Remove the supernatant in the collection tube, leaving 100 microliters of solution in the tube. Mix the remaining sample by pipetting and transfer the sample to the new 1.5 milliliter centrifuge tube marked OT.When pipetting the supernatant, avoid touching the bottom of the tube along the sides. Pipette 100 microliters of nuclease free water into each collection tube and transfer the solution to the OT tube washed by repeated pipetting.
Add 600 microliters of nuclease free water to the OT tube to make up the total volume of one milliliter. Vortex for 30 seconds in centrifuge at 15, 500 times G for eight minutes. Gently remove the supernatant leaving 100 microliters of solution in the OT tube.
Use the tip to discard the oil layer completely. Add 900 microliters of nuclease free water, vortex for 30 seconds and centrifuge at 15, 500 times G for eight minutes. Remove the supernatant until 20 microliters of the solution remains and add the template resuspending solution to make up the volume of 100 microliters.
Then vortex for 30 seconds and briefly centrifuge for two seconds. Proceed to the next step within 12 hours of sample processing Load 100 microliters of the diluted library, 130 microliters of C1 beads, 300 microliters of three x template washing solution, and 300 microliters of the melt off solution to the eight well strips. Install the eight well strips on the Enrichment Module, load the pipetting tip, and set the 200 microliters centrifuge tube in the collection position.
Click on Start to run the program. Pipette 55 microliters of the sample solution and inject it into the sample hole of the chip. Set the chip on the centrifuge.
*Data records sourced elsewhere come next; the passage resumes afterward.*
"""One cell of a mapped table becomes a value: empty ones pass, formulas and doubtful decimal marks are refused."""

from __future__ import annotations

import re
from math import nan

from core.record.channels import Channel, Kind
from core.record.instant import parse
from core.record.message import RecordError, refuse
from core.record.reading import Reading, read_value
from storage.intake.coded_value import refuse_limit
from storage.intake.device_rows import read_device_value
from storage.intake.mapping import TimeUse
from storage.intake.table_times import read_time

ABSENT = frozenset({"", "-", "--", "---", "n/a", "na", "nan", "null", "none", ".", "?", "\N{EN DASH}", "\N{EM DASH}"})
"""What tables write where they have no value (common practice, no source)."""
_FORMULA = re.compile(r"[=@]|[+\-][^0-9.,\s].*[(!|]|[+\-][\d.,]+[-+*/].*[(!|]|\t|\r")


def is_absent(text: str) -> bool:
    """Whether a cell says that there is no value."""
    return text.casefold() in ABSENT


def read_cell(known: Channel, text: str, unit: str, decimal: str, time: TimeUse) -> Reading:
    """The value of a cell for a channel.

    Raises:
        RecordError: `value.formula`, `value.other_mark`, `value.comparator`, and as `read_value`.

    >>> from core.record.channels import channel
    >>> read_cell(channel("ph"), "7,40", "pH", ",", TimeUse()).raw
    '7,40'
    """
    if known.kind is Kind.NUMBER:
        check_mark(known, text, decimal)
        refuse_limit(known, text)
        return read_value(known, text, unit)
    if _FORMULA.match(text):
        raise refuse("value.formula", channel=known.key, value=text[:40], accepted="text that is no formula")
    if known.kind is Kind.INSTANT:
        at = read_time(text, time) if time.order else parse(text)
        return Reading(known, float(at), None, text, "", None)
    return read_value(known, text)


def check_mark(known: Channel, text: str, decimal: str) -> None:
    """Refuse a number with the mark that is not the table's decimal mark: 1,234 is one thing or another.

    Raises:
        RecordError: `value.other_mark`.
    """
    other = "," if decimal == "." else "."
    if other in text:
        accepted = f"{'a point' if decimal == '.' else 'a comma'} for decimals, no mark for thousands"
        raise refuse("value.other_mark", channel=known.key, value=text[:40], accepted=accepted)


def device_cell(known: Channel, text: str, unit: str, decimal: str) -> tuple[float, int] | None:
    """A device's value in the canonical unit and its decimals; NaN where there is none; None where it is refused."""
    text = text.strip()
    if is_absent(text):
        return (nan, 0)
    if ("," if decimal == "." else ".") in text:
        return None
    return read_device_value(known, text, unit)


def fault_of(known: Channel, text: str, unit: str, decimal: str) -> RecordError:
    """Why a device's value was refused."""
    try:
        read_cell(known, text, unit, decimal, TimeUse())
    except RecordError as error:
        return error
    return refuse("value.not_a_number", channel=known.key, value=text[:40], accepted="a number")
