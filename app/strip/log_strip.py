"""The log strip: one line, always one key away. It says before Enter exactly what will be recorded, and for whom.

The preview and the recording read the line by the same operation, so that they cannot differ. Enter counts only
once the preview of that very text is shown: nothing is recorded unseen.
"""

from __future__ import annotations

from collections.abc import Mapping
from html import escape

from PySide6.QtCore import Qt, Signal

from app.look.theme import Theme
from app.operations import correction, entry
from app.operations.entry import LineRequest, Preview
from app.operations.outcome import Outcome
from app.operations.recording import Recorded
from app.session.failure import Failure
from app.session.model import SessionModel
from app.session.readers import reader_at
from app.strip.completion import completed, completions
from app.strip.left_lines import LeftLines
from app.strip.one_key_buttons import CHECKED, GAS_SENT, MASK, TOLD
from app.strip.preview_words import preview_words, recorded_words, taken_back_words, undone_words
from app.strip.reading_time import ReadingTime
from app.strip.said_html import completion_html, marked, preview_html, quiet
from app.strip.sent_lines import Sent, SentLines
from app.strip.settle_time import SettleTime
from app.strip.state import NOT_SHOWN, State
from app.strip.strip_frame import StripFrame
from app.strip.undo_stack import UndoStack
from app.words import Reader, sentence
from core.record.episode import Episode
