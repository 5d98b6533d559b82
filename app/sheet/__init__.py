"""The handover sheet: what it says (`content`, without Qt), its chart's data, and how it is printed."""
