"""The table of a shift's gases with their differences, as words."""

from __future__ import annotations

from dataclasses import dataclass

from app.look import formats
from app.telling.language import in_language as tr
from app.words.differences import paco2_change, ph_change
from app.words.figure_lines import FigureLines
from app.words.verdict_loss import with_loss
from core.figures.shift import ShiftFigures
from core.judgement.response_shapes import JudgedGas, ResponseFigure
from core.judgement.shapes import GasFigure

PLUS_MINUS = "+/\N{MINUS SIGN}"
HEADINGS = (
    "Time",
    "Site",
    "pH",
    PLUS_MINUS,
    "PaCO2",
    PLUS_MINUS,
    "PaO2",
    "HCO3",
    "P/F",
    "FiO2",
    "State",
    "Against the last change",
)
NO_VALUE = "-"


@dataclass(frozen=True, slots=True)
class GasRow:
    """One gas. `delta_ph` and `delta_paco2` are against the baseline of the change it judges ("" for none)."""

    at: str
    site: str
    ph: str
    delta_ph: str
    paco2: str
    delta_paco2: str
    pao2: str
    hco3: str
    pf: str
    fio2: str
    state: str
    verdict: str
    is_before: bool = False


def gas_rows(s: ShiftFigures, lines: FigureLines) -> tuple[GasRow, ...]:
    """The gases of the shift, and the last one before it to compare with."""
    judged = judgements(s.now.responses)
    bases = {r.baseline_at for r in s.now.responses}
    found = [(g, True) for g in (s.gas_before,) if g is not None] + [(g, False) for g in s.gases]
    return tuple(_row(g, judged.get(g.at), lines, is_before=b, is_base=g.at in bases) for g, b in found)


def judgements(responses: tuple[ResponseFigure, ...]) -> dict[int, JudgedGas]:
    """For each gas the change it is attributed to: the newest that it can judge."""
    found: dict[int, JudgedGas] = {}
    for r in responses:
        for g in r.gases:
            if g.attributable:
                found[g.at] = g
    return found


def _row(g: GasFigure, j: JudgedGas | None, lines: FigureLines, *, is_before: bool, is_base: bool) -> GasRow:
    unit = lines.reader.gas_unit

    def pressure(value: float | None) -> str:
        return NO_VALUE if value is None else formats.gas_pressure(value, unit).removesuffix(f" {unit}")

    hco3 = g.hco3_mmol_L if g.hco3_mmol_L is not None else g.hco3_calculated_mmol_L
    mark = "" if g.hco3_mmol_L is not None or hco3 is None else "c"
    state = lines.state(g.state, g.at) if g.state else ""
    marks = [m for m in lines.gas_marks(g) if m != state]
    return GasRow(
        lines.reader.time(g.at),
        g.site[:3] + ("?" if g.site_assumed else ""),
        NO_VALUE if g.ph is None else lines.ph(g), ph_change(j) if j else "",
        lines.paco2(g).removesuffix(f" {unit}") if g.paco2_mmHg is not None else NO_VALUE,
        paco2_change(j, unit).removesuffix(f" {unit}") if j else "",
        pressure(g.pao2_mmHg), NO_VALUE if hco3 is None else formats.fixed(hco3, 1) + mark,
        pressure(g.pf_mmHg), NO_VALUE if g.fio2 is None else formats.fraction(g.fio2),
        ", ".join([state or tr("not known"), *marks]), _verdict(j, is_base=is_base), is_before,
    )  # fmt: skip


def _verdict(j: JudgedGas | None, *, is_base: bool) -> str:
    if j is None:
        return tr("baseline") if is_base else tr("not used for a verdict")
    timing = {"early": tr(", early"), "late": tr(", late")}.get(j.timing, "")
    verdict = tr(with_loss(j.verdict or "not judged", lost=j.since_start.gain_lost))
    return f"{verdict} ({formats.minutes(j.minutes)}{timing})"
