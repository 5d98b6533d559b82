"""What is due on the ward, in lines: gases first, the longest overdue on top, checks of the skin summed last."""

from __future__ import annotations

from collections.abc import Iterable, Iterator, Sequence
from typing import Final

from app import formats
from app.finding_names import due_name
from app.ward.ordering import GAS
from app.words import Reader
from core.figures.shift import ShiftFigures
from core.judgement.shapes import DueFigure
from core.record.instant import MINUTE

SKIN: Final = "skin_check"


def ward_due(episodes: Iterable[ShiftFigures], reader: Reader) -> Iterator[str]:
    """A line for each due item but the checks of the skin."""
    items = [(s, d) for s in episodes for d in s.due if d.what != SKIN]
    for s, d in sorted(items, key=lambda x: (*_urgency(x[1]), x[0].now.label)):
        yield f"{s.now.label}: {due_short(d, reader, s.end)}"


def _urgency(d: DueFigure) -> tuple[bool, bool, int]:
    return d.what not in GAS, d.state != "overdue", d.due_until


def due_short(d: DueFigure, reader: Reader, as_of: int | None = None) -> str:
    """What is due, by when; where it is overdue and `as_of` is told, by how long."""
    name = due_name(d.what, reader)
    if d.state == "overdue" and as_of is not None:
        return f"{name} {formats.minutes((as_of - d.due_until) / MINUTE)} OVERDUE"
    state = {"overdue": " OVERDUE", "awaiting result": " (sent, awaiting result)"}.get(d.state, "")
    return f"{name} by {reader.time(d.due_until)}{state}"


def skin_line(episodes: Iterable[ShiftFigures], reader: Reader) -> str:
    """All checks of the skin in one line: those overdue, then those to come; "" where there are none."""
    found = [(s.now.label, d) for s in episodes for d in s.due if d.what == SKIN]
    found.sort(key=lambda x: (x[1].due_until, x[0]))
    late = [label for label, d in found if d.state == "overdue"]
    to_come = [f"{label} by {reader.time(d.due_until)}" for label, d in found if d.state != "overdue"]
    return " ".join(_part(head, names) for head, names in (("overdue", late), ("to come", to_come)) if names)


def _part(head: str, names: Sequence[str]) -> str:
    return f"Skin checks {head}: {', '.join(names)}."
Keep the notch towards the outside and the sample portal inside. Then, balance it with another used chip and centrifuge for 10 minutes. Prepare the loading solution as described in the text manuscript.
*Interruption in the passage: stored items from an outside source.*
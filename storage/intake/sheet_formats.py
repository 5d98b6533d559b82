"""How the numbers of a sheet are shown: a spreadsheet keeps 7.40 as 7.4 and the two decimals in the cell's format.

What is gathered while the guard looks through the parts is held as plain arrays, a few bytes a cell.
"""

from __future__ import annotations

import re
from array import array
from dataclasses import dataclass, field
from functools import lru_cache

import numpy as np

GENERAL = -1
"""Decimals of a number without a format, or with one that shows no fixed decimals."""
PERCENT = 64
"""Added to the decimals of a number that is shown as per cent: 0.28 as 28 %."""
_BUILT_IN = {1: 0, 2: 2, 3: 0, 4: 2, 9: PERCENT, 10: PERCENT + 2, 37: 0, 38: 0, 39: 2, 40: 2}
"""Formats that files name by number alone (ECMA-376 part 1, 18.8.30)."""
_NO_TEXT = re.compile(r'"[^"]*"|\\.|\[[^\]]*\]|_.|\*.')
_PLAIN = re.compile(r"[^0#?]*[#,]*0(?:\.(?P<behind>0+))?#*(?P<tail>[^0#?]*)")
_SHOWN = re.compile(r"[+-]?\d[\d.,'\u00a0\u202f ]*")
_TOLERANCE = 1e-9


def decimals_of_format(code: str) -> int:
    """The fixed decimals that a number format shows; `GENERAL` where it shows none, a date, or a scaled number.

    >>> decimals_of_format("0.00"), decimals_of_format("#,##0.0;[Red]-#,##0.0"), decimals_of_format("General")
    (2, 1, -1)
    >>> decimals_of_format("0.0%") == PERCENT + 1, decimals_of_format("dd/mm/yyyy hh:mm"), decimals_of_format("0,")
    (True, -1, -1)
    """
    first = _NO_TEXT.sub("", code.split(";", maxsplit=1)[0]).strip()
    found = _PLAIN.fullmatch(first)
    if found is None or re.search(r"[a-zA-Z/]", first) or "," in found["tail"]:
        return GENERAL
    behind = len(found["behind"] or "")
    return behind + PERCENT if "%" in first else behind


@dataclass(slots=True)
class ShownCells:
    """Of one sheet: rows and columns of its numbers, from 1, and how each is shown (a style, or decimals)."""

    rows: array[int] = field(default_factory=lambda: array("I"))
    columns: array[int] = field(default_factory=lambda: array("H"))
    shown: array[int] = field(default_factory=lambda: array("h"))

    def add(self, row: int, column: int, shown: int) -> None:
        """Note a number."""
        if 0 < column < 1 << 16 and -1 <= shown < 1 << 15 and 0 < row < 1 << 31:
            self.rows.append(row)
            self.columns.append(column)
            self.shown.append(shown)


@dataclass(slots=True)
class SheetFormats:
    """What the parts of a spreadsheet say of formats, gathered part by part in any order."""

    cells: dict[str, ShownCells] = field(default_factory=dict)
    """By the sheet's part of XLSX, or the number of the table of ODS (there with decimals instead of styles)."""
    styles: list[int] = field(default_factory=list)
    codes: dict[int, str] = field(default_factory=dict)
    sheets: dict[str, str] = field(default_factory=dict)
    targets: dict[str, str] = field(default_factory=dict)

    def of_sheet(self, name: str, number: int) -> Shown:
        """How the numbers of a sheet are shown, by its name and its number among the sheets (from 1)."""
        target = self.targets.get(self.sheets.get(name, ""), "")
        part = target.lstrip("/") if target.startswith("/") else f"xl/{target}"
        if part in self.cells:
            return Shown(self.cells[part], [self._decimals(s) for s in self.styles])
        return Shown(self.cells.get(str(number), ShownCells()), None)

    def _decimals(self, format_number: int) -> int:
        if format_number in self.codes:
            return decimals_of_format(self.codes[format_number])
        return _BUILT_IN.get(format_number, GENERAL)


class Shown:
    """How the numbers of one sheet are shown, row by row."""

    def __init__(self, cells: ShownCells, styles: list[int] | None) -> None:
        rows, columns, shown = (np.array(x, np.int64) for x in (cells.rows, cells.columns, cells.shown))
        if styles is not None:
            known = np.array([*styles, GENERAL], np.int64)
            shown = known[np.where((shown >= 0) & (shown < len(styles)), shown, len(styles))]
        order = np.argsort(rows, kind="stable")
        self._rows, self._columns, self._shown = rows[order], columns[order], shown[order]

    def row(self, number: int) -> dict[int, int]:
        """Decimals by column (from 1) of a row's numbers; `GENERAL` where no format says."""
        start, end = self._rows.searchsorted((number, number + 1)).tolist()
        return dict(zip(self._columns[start:end].tolist(), self._shown[start:end].tolist(), strict=True))


def decimals_as_shown(text: str, value: float) -> int:
    """The decimals of a number in a text that shows it (ODS keeps both); `GENERAL` where the text is another number.

    >>> decimals_as_shown("7,40", 7.4), decimals_as_shown("1,234", 1234.0), decimals_as_shown("a week", 7.0)
    (2, 0, -1)
    """
    found = _SHOWN.search(text)
    if found is None:
        return GENERAL
    digits = re.sub("['\u00a0\u202f ]", "", found[0])
    at = max(digits.rfind("."), digits.rfind(","))
    whole, behind = (digits[:at], digits[at + 1 :]) if at >= 0 else (digits, "")
    plain = f"{re.sub('[.,]', '', whole)}.{behind or '0'}"
    for number, decimals in ((plain, len(behind)), (re.sub("[.,]", "", digits), 0)):
        if abs(float(number) - value) <= 0.5 * 10.0**-decimals + _TOLERANCE:
            return decimals
    return GENERAL


@lru_cache(maxsize=1 << 16)
def number_as_shown(value: float, shown: int) -> str:
    """A number as its cell shows it, where that is the number itself; else in its shortest exact form.

    >>> number_as_shown(7.4, 2), number_as_shown(0.28, PERCENT), number_as_shown(7.405, 2), number_as_shown(24.0, -1)
    ('7.40', '28', '7.405', '24')
    """
    exact = repr(value).removesuffix(".0")
    if shown == GENERAL:
        return exact
    if shown >= PERCENT:
        value, shown = value * 100, shown - PERCENT
        exact = repr(round(value, 10)).removesuffix(".0")
    text = f"{value:.{shown}f}"
    return text if abs(float(text) - value) <= _TOLERANCE * max(1.0, abs(value)) else exact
Blow 100 microliters of air into the foaming solution. Pipette the solution repeatedly till the bubbles are in a dense, foaming state and keep the foam volume to approximately 250 microliters. Place the chip on the bench after centrifuge.
Inject 100 microliters of foam into the sample hole and remove the extruded solution into the out portal. Then, centrifuge the chip briefly for 30 seconds. Repeat this process once.
Inject 100 microliters at 50%washing buffer twice and remove the extruded solution in the out portal after every injection. Then inject 100 microliters at 50%annealing buffer three times and remove the extruded solution in the out portal after every injection. Inject 65 microliters at 50%enzyme reaction buffer, avoiding bubbles and remove the extruded solution in the out portal.
Stabilize the loaded chip at room temperature for five minutes and install the chip on the sequencer chip portal. Choose the Planned program check the information and start the run. The representative run obtained a total of 17.6 gigabyte data and the overall loading rate of the ion sphere particle was 88%in the total wells of the chip.
The heat map confirmed even sample loading on the total chip area. 77%of the total reads were usable. All wells loaded with ISP showed 100%templates enrichment in which 78%were clonal.
Out of all clonal templates 97%were qualified as the final library. The average length of the read was 177 base pairs while the median and mode were 176 and 174 base pairs, respectively. Peak counts of thymine, cytosine and adenine in the templates were approximately 76 over the qualified cutoff line of 50.
In all addressable wells with live ISPs 99.5%qualified as the constructed library and 20%of polyclonal and low quality libraries were filtered out while 76.6%of ISPs were qualified for further analysis. The result of copy number variance from a single sample depicted a 182.16 megabase pairs mosaic trisomy of P 16.3 to Q 35.2 on chromosome four and a 33 point 13 megabase pairs monosomy segment of Q 11.1 to Q 13.33 on Chromosome 22. When performing fragment selection, time intervals between steps should be modified according to the size of samples in the same batch to prevent over and lack of exposure for front and rear end samples.